Saved data entries:
------------------------------------------------------------
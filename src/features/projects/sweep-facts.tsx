import { Download } from 'lucide-react';
import type { SweepRow } from '../../../shared/contracts/sweep.js';
import { text } from '../../../shared/text.js';
import { Button } from '../../components/button.js';
import { Findings } from '../../components/findings.js';
import { When } from '../../components/when.js';
import { useProjectStore } from '../../lib/project-store/store-context.js';
import { shownRange } from '../../lib/quantity-words.js';
import { saveFile } from '../../lib/save-file.js';

const words = text.project;

/** The file behind a sweep, what it holds, and what was noticed on reading it. */
export function SweepFacts({ sweep }: { sweep: SweepRow }) {
  const store = useProjectStore();
  const { source, revision } = sweep;
  const download = async () => {
    const { file, fileName } = await store.sourceBytes(sweep);
    saveFile(file, fileName);
  };
  const rows: [string, React.ReactNode][] = [
    [
      words.source,
      <span key="name" className="break-all">
        {source.fileName}
      </span>,
    ],
    [
      words.fingerprint,
      <span key="hash" className="font-num text-note break-all">
        {source.sha256}
      </span>,
    ],
    [words.columns.range, shownRange(revision.minFrequencyHz, revision.maxFrequencyHz)],
    [words.columns.points, `${revision.points}${revision.hasPhase ? '' : `, ${words.noPhase}`}`],
    [words.columns.added, <When key="when" iso={sweep.createdAt} />],
  ];
  return (
    <div className="flex flex-col items-start gap-4">
      <table className="w-full border-collapse">
        <tbody>
          {rows.map(([label, value]) => (
            <tr key={label} className="border-b border-line align-top">
              <th scope="row" className="w-36 py-2 pe-3 text-start font-normal text-soft">
                {label}
              </th>
              <td className="py-2">{value}</td>
            </tr>
          ))}
        </tbody>
      </table>
      <Button icon={<Download size={18} aria-hidden />} onClick={() => void download()}>
        {words.download}
      </Button>
      {revision.findings.length > 0 && (
        <div>
          <h3 className="mb-2 font-semibold">{text.unpack.remarks}</h3>
          <Findings findings={revision.findings} />
        </div>
      )}
      {revision.reading.comments.length > 0 && (
        <details className="w-full">
          <summary className="min-h-6 py-1">{words.comments}</summary>
          <pre className="overflow-x-auto bg-sunken p-3 font-num text-note">{revision.reading.comments.join('\n')}</pre>
        </details>
      )}
    </div>
  );
}
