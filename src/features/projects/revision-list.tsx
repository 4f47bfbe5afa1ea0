import { useQuery } from '@tanstack/react-query';
import type { SweepRow } from '../../../shared/contracts/sweep.js';
import { text } from '../../../shared/text.js';
import { ErrorBar } from '../../components/error-bar.js';
import { Loading } from '../../components/loading.js';
import { StatusWord } from '../../components/status-word.js';
import { When } from '../../components/when.js';
import { useProjectStore } from '../../lib/project-store/store-context.js';
import { revisionsQuery } from '../../lib/project-store/store-queries.js';

export function RevisionList({ sweep }: { sweep: SweepRow }) {
  const store = useProjectStore();
  const { data: revisions, error } = useQuery(revisionsQuery(store, sweep.id));
  if (error) return <ErrorBar error={error} />;
  if (!revisions) return <Loading />;
  return (
    <ul>
      {revisions
        .toSorted((a, b) => b.number - a.number)
        .map(({ id, number, points, createdAt }) => (
          <li key={id} className="flex flex-wrap items-baseline gap-x-3 border-b border-line py-2">
            <span className="font-medium">{text.project.revision(number)}</span>
            {id === sweep.revision.id && <StatusWord tone="info">{text.project.newest}</StatusWord>}
            <span className="flex-1 text-soft">{text.project.points(points)}</span>
            <span className="text-note text-soft">
              <When iso={createdAt} />
            </span>
          </li>
        ))}
    </ul>
  );
}
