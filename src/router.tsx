import { createBrowserRouter } from 'react-router-dom';
import { Loading } from './components/loading.js';
import { RouteError } from './components/route-error.js';
import { Root } from './pages/root.js';
import { SignedIn } from './pages/signed-in.js';

/** Each page is its own piece of code, fetched when it is first opened. A page exports `Component`. */
export const router = createBrowserRouter([
  {
    path: '/',
    Component: Root,
    ErrorBoundary: RouteError,
    HydrateFallback: Loading,
    children: [
      { index: true, lazy: () => import('./pages/start.js') },
      { path: 'try', lazy: () => import('./pages/try.js') },
      { path: 'register', lazy: () => import('./pages/register.js') },
      { path: 'verify/:code', lazy: () => import('./pages/verify.js') },
      { path: 'sign-in', lazy: () => import('./pages/sign-in.js') },
      { path: 'forgot', lazy: () => import('./pages/forgot.js') },
      { path: 'reset/:code', lazy: () => import('./pages/reset.js') },
      {
        Component: SignedIn,
        ErrorBoundary: RouteError,
        children: [
          { path: 'home', lazy: () => import('./pages/home.js') },
          { path: 'me', lazy: () => import('./pages/me.js') },
          { path: 'p/:project', lazy: () => import('./pages/project.js') },
          { path: 'p/:project/add', lazy: () => import('./pages/add-sweeps.js') },
          { path: 'p/:project/sheet/:sheet', lazy: () => import('./pages/sheet.js') },
          { path: 'p/:project/items', lazy: () => import('./pages/items.js') },
          { path: 'p/:project/item/:item', lazy: () => import('./pages/item.js') },
          { path: 'p/:project/sweep/:sweep', lazy: () => import('./pages/sweep.js') },
        ],
      },
      { path: '*', lazy: () => import('./pages/not-found.js') },
    ],
  },
]);
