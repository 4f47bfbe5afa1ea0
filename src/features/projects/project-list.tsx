import { useQuery } from '@tanstack/react-query';
import { Link } from 'react-router-dom';
import type { Project } from '../../../shared/contracts/project.js';
import { text } from '../../../shared/text.js';
import { Section } from '../../components/section.js';
import { StatusWord } from '../../components/status-word.js';
import { When } from '../../components/when.js';
import { projectQuery } from '../../lib/projects.js';

/** The invented project that every person may look at, unless it stands among their own already. */
export function DemoProject({ projectId, own }: { projectId: string | null; own: readonly Project[] }) {
  const isNeeded = projectId !== null && !own.some(({ id }) => id === projectId);
  const { data: project } = useQuery({ ...projectQuery(projectId ?? ''), enabled: isNeeded });
  if (!isNeeded || !project) return null;
  return (
    <Section title={text.project.demo}>
      <ProjectList projects={[project]} />
    </Section>
  );
}

export function ProjectList({ projects }: { projects: readonly Project[] }) {
  return (
    <ul className="grid gap-x-8 sm:grid-cols-2">
      {projects.map(({ id, name, note, counts, isInvented, updatedAt }) => (
        <li key={id} className="flex flex-col border-b border-line py-3">
          <div className="flex flex-wrap items-center gap-2">
            <Link to={`/p/${id}`} className="min-w-0 py-1 text-read font-semibold text-heather underline">
              {name}
            </Link>
            {isInvented && <StatusWord tone="plain">{text.project.invented}</StatusWord>}
          </div>
          {note && <p className="line-clamp-2 max-w-prose">{note}</p>}
          <p className="text-note text-soft">
            {text.project.counts(counts)} · <When iso={updatedAt} />
          </p>
        </li>
      ))}
    </ul>
  );
}
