import { zodResolver } from '@hookform/resolvers/zod';
import { useForm } from 'react-hook-form';
import { type CreateProject, CreateProjectSchema, type Project } from '../../../shared/contracts/project.js';
import { schemaWords } from '../../../shared/schema-words.js';
import { text } from '../../../shared/text.js';
import { SubmitButton } from '../../components/button.js';
import { FormErrors } from '../../components/form-errors.js';
import { TextArea, TextField } from '../../components/text-field.js';
import { showServerErrors } from '../../lib/form-words.js';

interface ProjectFormProps {
  project?: Project;
  submitLabel: string;
  onSubmit: (input: CreateProject) => Promise<unknown>;
}

export function ProjectForm({ project, submitLabel, onSubmit }: ProjectFormProps) {
  const form = useForm({
    resolver: zodResolver(CreateProjectSchema, { error: schemaWords }),
    defaultValues: { name: project?.name ?? '', note: project?.note ?? '' },
  });
  const { errors, isSubmitting, submitCount } = form.formState;
  const { name, note } = text.project;
  const submit = form.handleSubmit((input) => onSubmit(input).catch(showServerErrors(form)));
  return (
    <form onSubmit={(event) => void submit(event)} noValidate className="flex flex-col gap-4">
      <FormErrors errors={errors} labels={{ name, note }} tries={submitCount} />
      <TextField id="name" label={name} error={errors.name?.message} {...form.register('name')} />
      <TextArea id="note" label={note} isOptional error={errors.note?.message} {...form.register('note')} />
      <SubmitButton isBusy={isSubmitting}>{submitLabel}</SubmitButton>
    </form>
  );
}
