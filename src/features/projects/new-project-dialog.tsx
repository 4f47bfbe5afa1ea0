import { useNavigate } from 'react-router-dom';
import { text } from '../../../shared/text.js';
import { Dialog } from '../../components/dialog.js';
import { ProjectForm } from './project-form.js';
import { useCreateProject } from './project-requests.js';

export function NewProjectDialog({ teamId, onClose }: { teamId: string; onClose: () => void }) {
  const navigate = useNavigate();
  const create = useCreateProject(teamId);
  return (
    <Dialog title={text.project.newProject} onClose={onClose}>
      <ProjectForm
        submitLabel={text.project.makeProject}
        onSubmit={async (input) => {
          const project = await create.mutateAsync(input);
          await navigate(`/p/${project.id}`);
        }}
      />
    </Dialog>
  );
}
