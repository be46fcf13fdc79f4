"""The demo, phase by phase, beside numpy.histogram2d of the same particles on the same grid.

Both run in processes of their own, so that each one's peak of memory is its own.
"""

from __future__ import annotations

import json
import os
import resource
import subprocess
import sys
import tempfile
import time
from collections.abc import Iterator
from pathlib import Path

from run import Figure, figure

COMPARED = "numpy.histogram2d of the same particles, weighted by mass, on the same grid, in the same run"


def demo_build() -> Iterator[Figure]:
    with tempfile.TemporaryDirectory(prefix="tilemap-bench-") as folder:
        invented = _in_process("invent", folder)
        plain = _in_process("plain", folder)
        cold = _in_process("build", folder)
        build = _in_process("build", folder)
        for phase, seconds in build["phases"].items():
            yield figure(f"first/{phase}", seconds / plain["seconds"], "ratio", COMPARED, seconds=round(seconds, 2))
        yield figure(
            "first/invent",
            invented["seconds"] / plain["seconds"],
            "ratio",
            COMPARED,
            seconds=round(invented["seconds"], 2),
        )
        yield figure(
            "first/build",
            build["seconds"] / plain["seconds"],
            "ratio",
            COMPARED,
            seconds=round(build["seconds"], 2),
            particles=plain["particles"],
        )
        yield figure(
            "first/compile",
            cold["seconds"] / build["seconds"],
            "ratio",
            "the same build once more, with numba's cache filled",
        )
        yield figure("first/peak_gib", build["peak_gib"], "GiB", f"{plain['peak_gib']:.2f} GiB: {COMPARED}")


def _in_process(what: str, folder: str) -> dict:
    # A cache of numba's own to each run of the bench: the first build compiles, whatever was compiled here before.
    environment = {**os.environ, "NUMBA_CACHE_DIR": str(Path(folder) / "numba")}
    command = [sys.executable, __file__, what, folder]
    done = subprocess.run(command, check=True, stdout=subprocess.PIPE, text=True, env=environment)
    return json.loads(done.stdout.splitlines()[-1])


def _invent(folder: Path) -> dict:
    from tilemap import demo

    start = time.perf_counter()
    demo.make(folder)
    return {"seconds": time.perf_counter() - start}


def _build(folder: Path) -> dict:
    from tilemap.build_atlas import build_atlas

    phases: dict[str, float] = {}
    start = last = time.perf_counter()

    def note(phase: str, done: float, total: float) -> None:
        nonlocal last
        now = time.perf_counter()
        phases[phase] = phases.get(phase, 0.0) + now - last
        last = now

    build_atlas(folder / "marram.yaml", folder / "marram.atlas", progress=note)
    return {"seconds": time.perf_counter() - start, "phases": phases}


def _plain(folder: Path) -> dict:
    import numpy as np

    from tilemap import buildfile
    from tilemap.sources import open_source

    build = buildfile.load(folder / "marram.yaml")
    source = open_source(build)
    side = float(source.facts.box[0])  # type: ignore[index]
    seconds, particles = 0.0, 0
    for species in build.snapshot.species:
        chunks = list(source.chunks(species))
        position = np.concatenate([chunk.position for chunk in chunks])
        mass = np.concatenate([chunk.mass for chunk in chunks])
        start = time.perf_counter()
        np.histogram2d(position[:, 0], position[:, 1], bins=build.view.pixels, range=[[0, side]] * 2, weights=mass)
        seconds += time.perf_counter() - start
        particles += len(position)
    return {"seconds": seconds, "particles": particles}


if __name__ == "__main__":
    answer = {"invent": _invent, "build": _build, "plain": _plain}[sys.argv[1]](Path(sys.argv[2]))
    answer["peak_gib"] = resource.getrusage(resource.RUSAGE_SELF).ru_maxrss / 2**20
    print(json.dumps(answer))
------------------------------------------------------------
■ **Required work**
Across the records above, show each line containing the word "buildfile".

■ **Answer to this exercise**
    from tilemap import buildfile
    build = buildfile.load(folder / "marram.yaml")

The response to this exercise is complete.